After training, we do the neural architecture search based on the AUC score on validation set,

python NAS_DICE.py --training_output_path "./" --input_path "./dataset/"
--filename_train datatrain.pkl --filename_valid datavalid.pkl --filename_test datatest.pkl 
--n_input_fea 360 --n_dummy_demov_fea 9 


      --training_output_path: path of training output
      --input_path: data path 
      --filename_train: name of train file 
      --filename_valid: name of valid file
      --filename_test: name of test file 
      --n_input_fea: dimension of input file features 
      --n_dummy_demov_fea: number of features of v (dummy features of demographics) 

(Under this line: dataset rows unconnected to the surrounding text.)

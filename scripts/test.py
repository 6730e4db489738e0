"""Make the environment and run the tests in it: `python scripts/test.py [pytest arguments]`."""

from __future__ import annotations

import sys

from environment import environment_python, run

if __name__ == "__main__":
    sys.exit(run(environment_python("test"), "-m", "pytest", *sys.argv[1:]))
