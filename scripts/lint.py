"""Make the environment, check style, layout and types in it: `python scripts/lint.py`."""

from __future__ import annotations

import sys

from environment import environment_python, run

CHECKS = (
    ("ruff", "check"),
    ("ruff", "format", "--check"),
    ("mypy",),
)


def lint() -> int:
    """Run every check, though an earlier one failed; 1 when one did."""
    python = environment_python("dev")
    failed = [check for check in CHECKS if run(python, "-m", *check)]
    return 1 if failed else 0


if __name__ == "__main__":
    sys.exit(lint())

      We can find the best K and hn according to the last line of the log, such as:
final search result based on the maximum AUC score on validation set, K=4, hn=35


1. Visualization of representations, run

python representation_visualization.py --training_output_path "./" --input_path './dataset/'
 --filename_train datatrain.pkl --filename_valid datavalid.pkl --filename_test datatest.pkl 
 --n_input_fea 360 --n_dummy_demov_fea 9 --K_clusters 4 --n_hidden_fea 35


      --training_output_path: path of training output
      --input_path: data path 
      --filename_train: name of train file 
      --filename_valid: name of valid file
      --filename_test: name of test file 
      --n_input_fea: dimension of input file features 
      --n_dummy_demov_fea: number of features of v (dummy features of demographics) 
      --K_clusters: number of clusters
      --n_hidden_fea: the dimension for representation

Output: Figure named tsne_3d.png.

2. Clustering performance on test set, run

python clustering_metrics.py --training_output_path "./" --input_path "./dataset/" 
--filename_train datatrain.pkl --filename_valid datavalid.pkl 
--filename_test datatest.pkl --n_input_fea 360 --n_dummy_demov_fea 9 
--K_clusters 4 --n_hidden_fea 35

Parameters: the same as the former subsection.
Output: Silhouette score, Calinski-Harabasz score, Davies_Bouldin score.

3. Outcome prediction with representation as input, run

python outcome_prediction.py --training_output_path "./" --input_path "./dataset/" 
--filename_train datatrain.pkl --filename_valid datavalid.pkl 
--filename_test datatest.pkl --n_input_fea 360 --n_dummy_demov_fea 9 
--K_clusters 4 --n_hidden_fea 35

Parameters: the same as the former subsection.